# [What to produce]
Give back exactly the lines of the data below, starting with the line that has "notes, derived): for" and going on through the line that has "state from a".

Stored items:

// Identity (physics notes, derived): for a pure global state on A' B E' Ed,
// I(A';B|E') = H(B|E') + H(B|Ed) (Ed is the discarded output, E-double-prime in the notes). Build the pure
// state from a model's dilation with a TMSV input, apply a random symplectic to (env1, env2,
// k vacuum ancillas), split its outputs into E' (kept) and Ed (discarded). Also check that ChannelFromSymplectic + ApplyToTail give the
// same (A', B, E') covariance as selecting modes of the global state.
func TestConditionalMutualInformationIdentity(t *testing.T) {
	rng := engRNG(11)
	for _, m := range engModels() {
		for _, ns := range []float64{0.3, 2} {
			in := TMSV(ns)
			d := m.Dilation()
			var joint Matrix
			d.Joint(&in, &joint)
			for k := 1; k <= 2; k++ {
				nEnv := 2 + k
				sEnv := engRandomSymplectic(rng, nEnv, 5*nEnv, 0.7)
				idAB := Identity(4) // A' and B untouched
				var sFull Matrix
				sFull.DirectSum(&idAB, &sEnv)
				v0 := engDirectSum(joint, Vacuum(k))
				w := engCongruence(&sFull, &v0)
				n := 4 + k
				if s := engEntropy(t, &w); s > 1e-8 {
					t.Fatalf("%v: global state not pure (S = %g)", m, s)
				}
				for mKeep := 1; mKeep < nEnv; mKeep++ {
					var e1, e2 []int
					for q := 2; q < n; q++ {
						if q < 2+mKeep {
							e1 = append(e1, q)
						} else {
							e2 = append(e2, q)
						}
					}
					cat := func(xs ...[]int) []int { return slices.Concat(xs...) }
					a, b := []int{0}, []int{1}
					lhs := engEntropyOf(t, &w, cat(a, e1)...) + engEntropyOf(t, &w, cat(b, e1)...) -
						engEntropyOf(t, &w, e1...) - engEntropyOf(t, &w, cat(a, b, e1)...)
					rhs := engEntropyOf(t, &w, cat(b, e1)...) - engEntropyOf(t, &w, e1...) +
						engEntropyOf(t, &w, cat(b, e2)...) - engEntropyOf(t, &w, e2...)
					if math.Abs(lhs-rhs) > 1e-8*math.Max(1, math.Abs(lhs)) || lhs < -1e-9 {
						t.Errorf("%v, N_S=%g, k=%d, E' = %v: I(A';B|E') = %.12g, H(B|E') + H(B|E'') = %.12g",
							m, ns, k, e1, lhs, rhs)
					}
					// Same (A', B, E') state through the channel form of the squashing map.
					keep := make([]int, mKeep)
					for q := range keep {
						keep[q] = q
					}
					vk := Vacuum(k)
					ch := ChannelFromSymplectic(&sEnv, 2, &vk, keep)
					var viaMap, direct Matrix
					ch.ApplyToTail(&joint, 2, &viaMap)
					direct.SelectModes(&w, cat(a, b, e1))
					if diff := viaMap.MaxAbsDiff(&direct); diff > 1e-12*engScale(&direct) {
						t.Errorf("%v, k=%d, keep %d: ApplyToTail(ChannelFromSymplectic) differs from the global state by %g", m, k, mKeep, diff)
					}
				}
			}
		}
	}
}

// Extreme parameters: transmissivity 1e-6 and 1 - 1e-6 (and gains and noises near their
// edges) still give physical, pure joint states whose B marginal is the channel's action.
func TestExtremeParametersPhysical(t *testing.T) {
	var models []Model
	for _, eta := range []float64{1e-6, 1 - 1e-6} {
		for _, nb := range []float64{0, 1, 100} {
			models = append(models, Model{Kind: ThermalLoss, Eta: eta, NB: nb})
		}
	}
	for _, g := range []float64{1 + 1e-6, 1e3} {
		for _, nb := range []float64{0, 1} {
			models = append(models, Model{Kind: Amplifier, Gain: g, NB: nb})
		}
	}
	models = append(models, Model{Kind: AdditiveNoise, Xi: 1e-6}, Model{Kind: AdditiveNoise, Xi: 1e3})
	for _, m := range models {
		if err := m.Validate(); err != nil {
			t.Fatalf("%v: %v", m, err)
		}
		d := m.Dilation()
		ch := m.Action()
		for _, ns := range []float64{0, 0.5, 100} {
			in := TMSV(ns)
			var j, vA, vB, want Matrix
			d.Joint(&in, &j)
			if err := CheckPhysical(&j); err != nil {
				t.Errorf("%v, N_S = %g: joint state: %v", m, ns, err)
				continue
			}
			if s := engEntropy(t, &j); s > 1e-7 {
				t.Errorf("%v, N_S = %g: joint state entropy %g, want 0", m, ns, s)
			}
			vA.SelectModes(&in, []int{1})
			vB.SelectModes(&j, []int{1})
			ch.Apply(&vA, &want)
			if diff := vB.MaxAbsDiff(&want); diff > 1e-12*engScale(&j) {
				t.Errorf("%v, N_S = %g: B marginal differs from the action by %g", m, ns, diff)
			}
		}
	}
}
* * *
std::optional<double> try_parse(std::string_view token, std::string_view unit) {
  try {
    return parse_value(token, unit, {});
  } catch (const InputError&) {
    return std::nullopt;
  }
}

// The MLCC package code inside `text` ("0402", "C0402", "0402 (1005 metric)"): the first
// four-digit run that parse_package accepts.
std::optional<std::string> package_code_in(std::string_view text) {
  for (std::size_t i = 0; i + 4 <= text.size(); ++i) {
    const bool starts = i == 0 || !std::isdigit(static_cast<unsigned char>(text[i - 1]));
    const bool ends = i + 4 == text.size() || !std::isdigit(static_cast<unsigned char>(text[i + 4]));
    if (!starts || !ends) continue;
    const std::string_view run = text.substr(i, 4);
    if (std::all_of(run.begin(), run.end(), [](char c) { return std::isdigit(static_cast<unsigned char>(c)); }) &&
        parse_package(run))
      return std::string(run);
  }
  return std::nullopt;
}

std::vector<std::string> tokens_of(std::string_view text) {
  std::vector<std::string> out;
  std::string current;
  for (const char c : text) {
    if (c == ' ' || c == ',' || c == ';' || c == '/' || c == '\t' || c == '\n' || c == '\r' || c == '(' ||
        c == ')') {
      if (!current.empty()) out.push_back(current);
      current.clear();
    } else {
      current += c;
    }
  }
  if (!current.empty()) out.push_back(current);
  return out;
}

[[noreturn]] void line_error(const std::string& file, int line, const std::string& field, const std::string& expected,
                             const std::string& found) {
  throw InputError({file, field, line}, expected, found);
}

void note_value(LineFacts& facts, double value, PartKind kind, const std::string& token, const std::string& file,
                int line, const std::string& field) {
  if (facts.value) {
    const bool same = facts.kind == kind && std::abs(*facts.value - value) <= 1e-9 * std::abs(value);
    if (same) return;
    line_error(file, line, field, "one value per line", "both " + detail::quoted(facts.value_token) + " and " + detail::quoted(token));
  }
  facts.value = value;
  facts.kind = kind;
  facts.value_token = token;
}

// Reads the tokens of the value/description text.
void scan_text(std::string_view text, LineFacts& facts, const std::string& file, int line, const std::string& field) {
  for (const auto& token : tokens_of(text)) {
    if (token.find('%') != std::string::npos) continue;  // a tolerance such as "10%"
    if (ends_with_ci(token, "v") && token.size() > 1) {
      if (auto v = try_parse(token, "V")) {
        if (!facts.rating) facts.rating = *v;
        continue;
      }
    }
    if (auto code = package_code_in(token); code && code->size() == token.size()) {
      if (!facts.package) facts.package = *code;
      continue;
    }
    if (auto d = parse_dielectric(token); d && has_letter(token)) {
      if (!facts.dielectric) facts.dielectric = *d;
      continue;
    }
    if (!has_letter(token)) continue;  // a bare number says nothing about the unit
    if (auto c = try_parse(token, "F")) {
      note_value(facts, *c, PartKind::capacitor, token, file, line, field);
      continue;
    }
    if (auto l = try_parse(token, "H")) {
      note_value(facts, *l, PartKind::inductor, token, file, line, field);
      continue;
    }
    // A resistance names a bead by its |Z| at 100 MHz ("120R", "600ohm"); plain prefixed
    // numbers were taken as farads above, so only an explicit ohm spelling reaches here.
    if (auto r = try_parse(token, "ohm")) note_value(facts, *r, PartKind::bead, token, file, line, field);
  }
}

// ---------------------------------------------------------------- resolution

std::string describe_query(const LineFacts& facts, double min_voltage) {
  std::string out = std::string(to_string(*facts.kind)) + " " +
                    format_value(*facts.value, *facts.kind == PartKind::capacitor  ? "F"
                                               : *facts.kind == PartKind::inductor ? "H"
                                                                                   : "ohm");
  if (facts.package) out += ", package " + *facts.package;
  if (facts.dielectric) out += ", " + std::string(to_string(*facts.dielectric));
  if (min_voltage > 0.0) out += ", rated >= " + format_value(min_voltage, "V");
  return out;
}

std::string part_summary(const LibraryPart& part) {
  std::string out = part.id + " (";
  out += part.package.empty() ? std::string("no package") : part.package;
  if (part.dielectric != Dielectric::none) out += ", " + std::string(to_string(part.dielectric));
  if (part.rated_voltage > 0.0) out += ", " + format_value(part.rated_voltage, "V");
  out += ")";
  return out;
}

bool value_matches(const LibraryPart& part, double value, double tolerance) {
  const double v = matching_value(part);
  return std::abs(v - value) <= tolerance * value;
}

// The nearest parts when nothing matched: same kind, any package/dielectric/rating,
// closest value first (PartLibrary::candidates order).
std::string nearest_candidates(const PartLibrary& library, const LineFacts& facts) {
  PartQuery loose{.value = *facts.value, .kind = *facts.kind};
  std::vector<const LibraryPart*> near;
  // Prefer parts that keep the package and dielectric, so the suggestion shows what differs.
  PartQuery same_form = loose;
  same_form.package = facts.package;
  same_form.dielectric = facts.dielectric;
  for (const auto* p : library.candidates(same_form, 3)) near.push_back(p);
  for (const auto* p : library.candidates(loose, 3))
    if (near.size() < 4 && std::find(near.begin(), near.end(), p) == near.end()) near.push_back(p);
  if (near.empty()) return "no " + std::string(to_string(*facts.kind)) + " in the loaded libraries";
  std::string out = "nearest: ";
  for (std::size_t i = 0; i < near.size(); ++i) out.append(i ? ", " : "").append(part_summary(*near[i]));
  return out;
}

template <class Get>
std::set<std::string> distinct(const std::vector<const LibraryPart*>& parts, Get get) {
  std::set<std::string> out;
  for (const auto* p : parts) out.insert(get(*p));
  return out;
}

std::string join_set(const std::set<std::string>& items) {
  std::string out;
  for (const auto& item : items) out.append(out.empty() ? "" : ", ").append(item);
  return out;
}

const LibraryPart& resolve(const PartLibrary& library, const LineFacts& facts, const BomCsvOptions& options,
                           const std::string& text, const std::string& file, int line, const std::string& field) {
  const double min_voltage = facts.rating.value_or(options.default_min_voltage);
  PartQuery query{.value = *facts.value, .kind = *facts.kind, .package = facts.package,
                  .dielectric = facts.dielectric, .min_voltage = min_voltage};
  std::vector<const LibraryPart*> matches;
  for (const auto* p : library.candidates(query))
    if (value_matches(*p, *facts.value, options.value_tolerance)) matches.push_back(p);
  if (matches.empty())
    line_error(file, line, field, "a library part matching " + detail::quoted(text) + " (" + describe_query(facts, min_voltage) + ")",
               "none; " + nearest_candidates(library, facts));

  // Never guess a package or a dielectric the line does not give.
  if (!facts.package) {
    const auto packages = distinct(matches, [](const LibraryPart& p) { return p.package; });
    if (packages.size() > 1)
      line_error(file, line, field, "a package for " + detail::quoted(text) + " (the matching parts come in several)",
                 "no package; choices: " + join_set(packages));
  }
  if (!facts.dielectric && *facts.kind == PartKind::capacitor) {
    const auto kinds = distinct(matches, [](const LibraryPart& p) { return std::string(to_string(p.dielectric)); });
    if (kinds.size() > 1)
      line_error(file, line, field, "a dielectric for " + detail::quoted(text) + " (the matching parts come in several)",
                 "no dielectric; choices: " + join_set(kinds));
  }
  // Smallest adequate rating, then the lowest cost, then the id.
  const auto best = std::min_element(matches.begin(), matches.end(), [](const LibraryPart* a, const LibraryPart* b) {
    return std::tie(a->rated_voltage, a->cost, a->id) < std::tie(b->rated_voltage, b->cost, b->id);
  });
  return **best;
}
==
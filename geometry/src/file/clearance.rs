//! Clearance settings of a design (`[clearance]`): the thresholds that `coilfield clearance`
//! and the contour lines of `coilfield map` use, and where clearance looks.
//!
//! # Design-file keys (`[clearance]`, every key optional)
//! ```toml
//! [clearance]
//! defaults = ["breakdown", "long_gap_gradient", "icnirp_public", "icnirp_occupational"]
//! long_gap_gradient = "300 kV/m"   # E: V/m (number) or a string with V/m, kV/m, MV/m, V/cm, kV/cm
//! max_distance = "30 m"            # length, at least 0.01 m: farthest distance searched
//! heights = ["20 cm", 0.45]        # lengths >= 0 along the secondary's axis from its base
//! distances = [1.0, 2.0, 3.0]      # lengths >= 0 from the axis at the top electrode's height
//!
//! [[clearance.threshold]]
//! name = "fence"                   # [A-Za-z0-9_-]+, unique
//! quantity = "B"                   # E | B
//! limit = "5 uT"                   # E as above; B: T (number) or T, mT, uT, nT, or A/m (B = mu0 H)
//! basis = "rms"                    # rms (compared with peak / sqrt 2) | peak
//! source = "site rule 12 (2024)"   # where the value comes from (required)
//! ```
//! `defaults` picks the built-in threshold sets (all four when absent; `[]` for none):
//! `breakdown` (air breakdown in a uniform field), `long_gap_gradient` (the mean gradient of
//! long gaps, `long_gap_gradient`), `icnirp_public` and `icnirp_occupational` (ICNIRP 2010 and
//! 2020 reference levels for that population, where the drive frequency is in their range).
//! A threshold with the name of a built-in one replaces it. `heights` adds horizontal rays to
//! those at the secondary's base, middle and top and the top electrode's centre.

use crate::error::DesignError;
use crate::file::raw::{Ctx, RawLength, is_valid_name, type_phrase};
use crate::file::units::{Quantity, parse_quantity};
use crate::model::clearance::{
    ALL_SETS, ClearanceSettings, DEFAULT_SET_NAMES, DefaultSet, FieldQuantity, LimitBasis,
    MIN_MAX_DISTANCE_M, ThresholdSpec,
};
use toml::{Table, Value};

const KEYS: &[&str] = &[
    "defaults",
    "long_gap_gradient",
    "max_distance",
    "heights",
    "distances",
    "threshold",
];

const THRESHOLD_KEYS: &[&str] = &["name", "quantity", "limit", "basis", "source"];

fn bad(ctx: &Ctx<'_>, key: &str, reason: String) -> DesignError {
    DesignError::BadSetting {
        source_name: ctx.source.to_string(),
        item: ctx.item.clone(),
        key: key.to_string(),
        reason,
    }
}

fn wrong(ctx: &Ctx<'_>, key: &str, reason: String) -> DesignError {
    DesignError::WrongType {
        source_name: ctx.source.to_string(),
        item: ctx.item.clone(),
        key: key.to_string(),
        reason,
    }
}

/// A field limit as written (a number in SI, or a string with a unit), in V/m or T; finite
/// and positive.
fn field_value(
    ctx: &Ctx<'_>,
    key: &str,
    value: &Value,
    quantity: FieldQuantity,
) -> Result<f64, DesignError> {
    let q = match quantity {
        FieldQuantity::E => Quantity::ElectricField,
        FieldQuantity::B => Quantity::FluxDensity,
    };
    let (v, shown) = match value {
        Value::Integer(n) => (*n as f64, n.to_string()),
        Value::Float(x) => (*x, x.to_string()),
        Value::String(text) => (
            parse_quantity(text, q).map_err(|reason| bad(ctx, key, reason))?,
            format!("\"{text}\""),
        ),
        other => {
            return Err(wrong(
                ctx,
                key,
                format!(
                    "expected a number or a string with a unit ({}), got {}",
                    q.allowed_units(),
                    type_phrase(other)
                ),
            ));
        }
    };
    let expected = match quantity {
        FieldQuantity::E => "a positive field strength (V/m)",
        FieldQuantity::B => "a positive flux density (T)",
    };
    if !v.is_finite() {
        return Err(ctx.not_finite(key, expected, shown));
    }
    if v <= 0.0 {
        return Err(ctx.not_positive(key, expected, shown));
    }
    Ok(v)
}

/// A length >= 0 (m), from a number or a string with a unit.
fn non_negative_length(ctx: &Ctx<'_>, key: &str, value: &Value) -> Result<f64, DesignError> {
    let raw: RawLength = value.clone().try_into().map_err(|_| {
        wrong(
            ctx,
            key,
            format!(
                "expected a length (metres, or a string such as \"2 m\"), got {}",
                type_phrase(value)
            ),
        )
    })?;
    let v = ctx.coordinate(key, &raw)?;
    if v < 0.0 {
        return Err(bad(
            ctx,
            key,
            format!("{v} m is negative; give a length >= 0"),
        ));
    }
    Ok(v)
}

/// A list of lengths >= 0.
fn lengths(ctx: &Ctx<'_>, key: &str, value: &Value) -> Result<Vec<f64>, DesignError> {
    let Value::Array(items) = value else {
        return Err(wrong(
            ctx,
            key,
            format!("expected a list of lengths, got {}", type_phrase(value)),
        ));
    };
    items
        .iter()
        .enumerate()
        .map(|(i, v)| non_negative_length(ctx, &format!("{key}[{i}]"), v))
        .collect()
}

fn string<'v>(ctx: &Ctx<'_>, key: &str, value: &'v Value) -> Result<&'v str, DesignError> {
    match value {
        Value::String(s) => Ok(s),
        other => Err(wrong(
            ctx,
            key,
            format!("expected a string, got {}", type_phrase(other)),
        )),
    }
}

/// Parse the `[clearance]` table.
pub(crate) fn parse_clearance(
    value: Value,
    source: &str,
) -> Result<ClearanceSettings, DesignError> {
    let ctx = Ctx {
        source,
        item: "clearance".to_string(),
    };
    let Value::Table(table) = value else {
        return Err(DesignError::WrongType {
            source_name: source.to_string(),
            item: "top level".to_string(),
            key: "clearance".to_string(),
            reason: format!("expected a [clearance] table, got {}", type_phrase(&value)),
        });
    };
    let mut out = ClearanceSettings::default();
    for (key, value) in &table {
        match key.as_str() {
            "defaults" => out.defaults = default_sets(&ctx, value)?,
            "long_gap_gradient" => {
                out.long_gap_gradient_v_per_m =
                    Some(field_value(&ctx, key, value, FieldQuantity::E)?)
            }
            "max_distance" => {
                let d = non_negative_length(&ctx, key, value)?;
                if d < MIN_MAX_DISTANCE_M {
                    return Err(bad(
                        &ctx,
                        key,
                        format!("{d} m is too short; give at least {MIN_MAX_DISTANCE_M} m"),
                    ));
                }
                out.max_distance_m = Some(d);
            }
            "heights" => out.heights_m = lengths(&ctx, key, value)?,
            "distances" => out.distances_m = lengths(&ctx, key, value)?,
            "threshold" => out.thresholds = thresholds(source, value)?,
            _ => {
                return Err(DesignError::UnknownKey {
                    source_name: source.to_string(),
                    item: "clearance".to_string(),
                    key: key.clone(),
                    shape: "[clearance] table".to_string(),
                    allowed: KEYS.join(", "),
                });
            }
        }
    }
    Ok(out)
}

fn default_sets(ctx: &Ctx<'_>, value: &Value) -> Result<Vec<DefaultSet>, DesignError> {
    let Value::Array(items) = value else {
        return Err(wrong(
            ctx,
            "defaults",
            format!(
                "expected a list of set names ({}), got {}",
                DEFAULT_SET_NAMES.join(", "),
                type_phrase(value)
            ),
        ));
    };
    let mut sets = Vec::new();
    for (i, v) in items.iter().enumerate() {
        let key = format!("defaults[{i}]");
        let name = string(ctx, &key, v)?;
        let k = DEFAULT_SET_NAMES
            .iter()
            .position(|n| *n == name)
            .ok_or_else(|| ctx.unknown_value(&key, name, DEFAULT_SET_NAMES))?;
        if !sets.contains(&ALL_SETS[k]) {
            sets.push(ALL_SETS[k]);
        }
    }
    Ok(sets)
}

# [Response]
// Identity (physics notes, derived): for a pure global state on A' B E' Ed,
// I(A';B|E') = H(B|E') + H(B|Ed) (Ed is the discarded output, E-double-prime in the notes). Build the pure
// state from a model's dilation with a TMSV input, apply a random symplectic to (env1, env2,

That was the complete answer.